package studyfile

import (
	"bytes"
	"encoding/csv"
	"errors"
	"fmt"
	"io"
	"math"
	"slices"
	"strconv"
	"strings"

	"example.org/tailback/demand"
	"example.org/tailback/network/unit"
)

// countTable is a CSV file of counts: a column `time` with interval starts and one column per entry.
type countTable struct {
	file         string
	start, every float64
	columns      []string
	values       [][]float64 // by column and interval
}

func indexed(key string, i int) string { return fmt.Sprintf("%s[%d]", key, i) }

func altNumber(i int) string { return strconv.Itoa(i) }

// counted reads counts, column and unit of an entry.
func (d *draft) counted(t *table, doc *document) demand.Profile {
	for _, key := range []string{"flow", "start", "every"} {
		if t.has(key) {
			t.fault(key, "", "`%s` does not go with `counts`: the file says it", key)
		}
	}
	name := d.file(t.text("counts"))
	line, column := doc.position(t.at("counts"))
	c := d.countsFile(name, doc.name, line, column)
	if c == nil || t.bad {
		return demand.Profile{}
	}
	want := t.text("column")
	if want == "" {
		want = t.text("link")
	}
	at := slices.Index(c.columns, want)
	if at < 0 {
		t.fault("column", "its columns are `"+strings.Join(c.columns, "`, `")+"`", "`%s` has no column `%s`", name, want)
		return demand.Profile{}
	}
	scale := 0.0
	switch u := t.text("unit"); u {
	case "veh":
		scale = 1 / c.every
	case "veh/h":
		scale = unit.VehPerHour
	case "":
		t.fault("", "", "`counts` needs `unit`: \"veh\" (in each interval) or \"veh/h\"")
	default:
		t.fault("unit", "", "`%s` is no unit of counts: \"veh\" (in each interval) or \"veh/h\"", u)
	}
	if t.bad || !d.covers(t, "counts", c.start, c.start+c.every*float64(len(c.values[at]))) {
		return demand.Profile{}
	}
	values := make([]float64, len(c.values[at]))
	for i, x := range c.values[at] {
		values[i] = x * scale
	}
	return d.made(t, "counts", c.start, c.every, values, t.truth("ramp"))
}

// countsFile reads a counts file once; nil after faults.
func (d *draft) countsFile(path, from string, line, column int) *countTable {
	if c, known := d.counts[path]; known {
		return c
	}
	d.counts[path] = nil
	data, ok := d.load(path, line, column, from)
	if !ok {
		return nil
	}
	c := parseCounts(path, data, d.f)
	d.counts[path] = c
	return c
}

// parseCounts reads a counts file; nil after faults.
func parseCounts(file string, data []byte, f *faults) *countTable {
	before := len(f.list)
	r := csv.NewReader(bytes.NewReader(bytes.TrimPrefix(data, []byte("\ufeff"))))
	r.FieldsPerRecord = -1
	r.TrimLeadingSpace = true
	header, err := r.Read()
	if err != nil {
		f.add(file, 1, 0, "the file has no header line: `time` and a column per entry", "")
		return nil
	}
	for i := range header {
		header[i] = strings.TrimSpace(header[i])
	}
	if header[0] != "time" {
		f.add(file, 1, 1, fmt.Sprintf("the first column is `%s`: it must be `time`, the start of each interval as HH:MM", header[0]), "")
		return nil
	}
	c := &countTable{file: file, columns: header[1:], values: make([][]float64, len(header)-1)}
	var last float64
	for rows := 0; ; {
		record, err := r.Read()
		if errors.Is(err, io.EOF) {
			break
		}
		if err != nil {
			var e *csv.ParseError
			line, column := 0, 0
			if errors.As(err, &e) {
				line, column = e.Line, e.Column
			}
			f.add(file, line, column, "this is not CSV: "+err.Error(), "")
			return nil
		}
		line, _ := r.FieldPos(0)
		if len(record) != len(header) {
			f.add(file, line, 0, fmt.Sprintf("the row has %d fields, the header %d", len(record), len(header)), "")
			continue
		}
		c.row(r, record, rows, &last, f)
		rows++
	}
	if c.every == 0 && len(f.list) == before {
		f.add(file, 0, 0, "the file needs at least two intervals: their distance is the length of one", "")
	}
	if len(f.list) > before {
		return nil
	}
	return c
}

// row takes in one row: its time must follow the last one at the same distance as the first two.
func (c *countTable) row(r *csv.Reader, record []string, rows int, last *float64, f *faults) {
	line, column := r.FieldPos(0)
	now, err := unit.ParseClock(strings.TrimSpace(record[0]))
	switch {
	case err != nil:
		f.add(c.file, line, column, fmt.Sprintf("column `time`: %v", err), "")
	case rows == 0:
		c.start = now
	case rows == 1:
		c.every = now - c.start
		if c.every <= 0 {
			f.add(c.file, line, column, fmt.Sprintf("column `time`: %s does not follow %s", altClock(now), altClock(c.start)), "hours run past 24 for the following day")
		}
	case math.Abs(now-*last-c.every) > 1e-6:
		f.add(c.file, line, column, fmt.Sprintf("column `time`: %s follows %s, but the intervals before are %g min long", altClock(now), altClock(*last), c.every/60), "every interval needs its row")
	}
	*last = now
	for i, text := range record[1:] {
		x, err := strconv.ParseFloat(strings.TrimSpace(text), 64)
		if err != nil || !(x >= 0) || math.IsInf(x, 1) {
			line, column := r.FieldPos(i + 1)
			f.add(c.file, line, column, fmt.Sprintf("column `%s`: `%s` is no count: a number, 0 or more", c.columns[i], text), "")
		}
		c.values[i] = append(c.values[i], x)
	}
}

━━━━━━━━━━━━━━━━━━━━

[Work to complete]: Copy every record above exactly as it appears.

[Exercise result]:
package studyfile

import (
	"bytes"
	"encoding/csv"
	"errors"
	"fmt"
	"io"
	"math"
	"slices"
	"strconv"
	"strings"

	"example.org/tailback/demand"
	"example.org/tailback/network/unit"
)

// countTable is a CSV file of counts: a column `time` with interval starts and one column per entry.
type countTable struct {
	file         string
	start, every float64
	columns      []string
	values       [][]float64 // by column and interval
}

func indexed(key string, i int) string { return fmt.Sprintf("%s[%d]", key, i) }

func altNumber(i int) string { return strconv.Itoa(i) }

// counted reads counts, column and unit of an entry.
func (d *draft) counted(t *table, doc *document) demand.Profile {
	for _, key := range []string{"flow", "start", "every"} {
		if t.has(key) {
			t.fault(key, "", "`%s` does not go with `counts`: the file says it", key)
		}
	}
	name := d.file(t.text("counts"))
	line, column := doc.position(t.at("counts"))
	c := d.countsFile(name, doc.name, line, column)
	if c == nil || t.bad {
		return demand.Profile{}
	}
	want := t.text("column")
	if want == "" {
		want = t.text("link")
	}
	at := slices.Index(c.columns, want)
	if at < 0 {
		t.fault("column", "its columns are `"+strings.Join(c.columns, "`, `")+"`", "`%s` has no column `%s`", name, want)
		return demand.Profile{}
	}
	scale := 0.0
	switch u := t.text("unit"); u {
	case "veh":
		scale = 1 / c.every
	case "veh/h":
		scale = unit.VehPerHour
	case "":
		t.fault("", "", "`counts` needs `unit`: \"veh\" (in each interval) or \"veh/h\"")
	default:
		t.fault("unit", "", "`%s` is no unit of counts: \"veh\" (in each interval) or \"veh/h\"", u)
	}
	if t.bad || !d.covers(t, "counts", c.start, c.start+c.every*float64(len(c.values[at]))) {
		return demand.Profile{}
	}
	values := make([]float64, len(c.values[at]))
	for i, x := range c.values[at] {
		values[i] = x * scale
	}
	return d.made(t, "counts", c.start, c.every, values, t.truth("ramp"))
}

// countsFile reads a counts file once; nil after faults.
func (d *draft) countsFile(path, from string, line, column int) *countTable {
	if c, known := d.counts[path]; known {
		return c
	}
	d.counts[path] = nil
	data, ok := d.load(path, line, column, from)
	if !ok {
		return nil
	}
	c := parseCounts(path, data, d.f)
	d.counts[path] = c
	return c
}

// parseCounts reads a counts file; nil after faults.
func parseCounts(file string, data []byte, f *faults) *countTable {
	before := len(f.list)
	r := csv.NewReader(bytes.NewReader(bytes.TrimPrefix(data, []byte("\ufeff"))))
	r.FieldsPerRecord = -1
	r.TrimLeadingSpace = true
	header, err := r.Read()
	if err != nil {
		f.add(file, 1, 0, "the file has no header line: `time` and a column per entry", "")
		return nil
	}
	for i := range header {
		header[i] = strings.TrimSpace(header[i])
	}
	if header[0] != "time" {
		f.add(file, 1, 1, fmt.Sprintf("the first column is `%s`: it must be `time`, the start of each interval as HH:MM", header[0]), "")
		return nil
	}
	c := &countTable{file: file, columns: header[1:], values: make([][]float64, len(header)-1)}
	var last float64
	for rows := 0; ; {
		record, err := r.Read()
		if errors.Is(err, io.EOF) {
			break
		}
		if err != nil {
			var e *csv.ParseError
			line, column := 0, 0
			if errors.As(err, &e) {
				line, column = e.Line, e.Column
			}
			f.add(file, line, column, "this is not CSV: "+err.Error(), "")
			return nil
		}
		line, _ := r.FieldPos(0)
		if len(record) != len(header) {
			f.add(file, line, 0, fmt.Sprintf("the row has %d fields, the header %d", len(record), len(header)), "")
			continue
		}
		c.row(r, record, rows, &last, f)
		rows++
	}
	if c.every == 0 && len(f.list) == before {
		f.add(file, 0, 0, "the file needs at least two intervals: their distance is the length of one", "")
	}
	if len(f.list) > before {
		return nil
	}
	return c
}

// row takes in one row: its time must follow the last one at the same distance as the first two.
func (c *countTable) row(r *csv.Reader, record []string, rows int, last *float64, f *faults) {
	line, column := r.FieldPos(0)
	now, err := unit.ParseClock(strings.TrimSpace(record[0]))
	switch {
	case err != nil:
		f.add(c.file, line, column, fmt.Sprintf("column `time`: %v", err), "")
	case rows == 0:
		c.start = now
	case rows == 1:
		c.every = now - c.start
		if c.every <= 0 {
			f.add(c.file, line, column, fmt.Sprintf("column `time`: %s does not follow %s", altClock(now), altClock(c.start)), "hours run past 24 for the following day")
		}
	case math.Abs(now-*last-c.every) > 1e-6:
		f.add(c.file, line, column, fmt.Sprintf("column `time`: %s follows %s, but the intervals before are %g min long", altClock(now), altClock(*last), c.every/60), "every interval needs its row")
	}
	*last = now
	for i, text := range record[1:] {
		x, err := strconv.ParseFloat(strings.TrimSpace(text), 64)
		if err != nil || !(x >= 0) || math.IsInf(x, 1) {
			line, column := r.FieldPos(i + 1)
			f.add(c.file, line, column, fmt.Sprintf("column `%s`: `%s` is no count: a number, 0 or more", c.columns[i], text), "")
		}
		c.values[i] = append(c.values[i], x)
	}
}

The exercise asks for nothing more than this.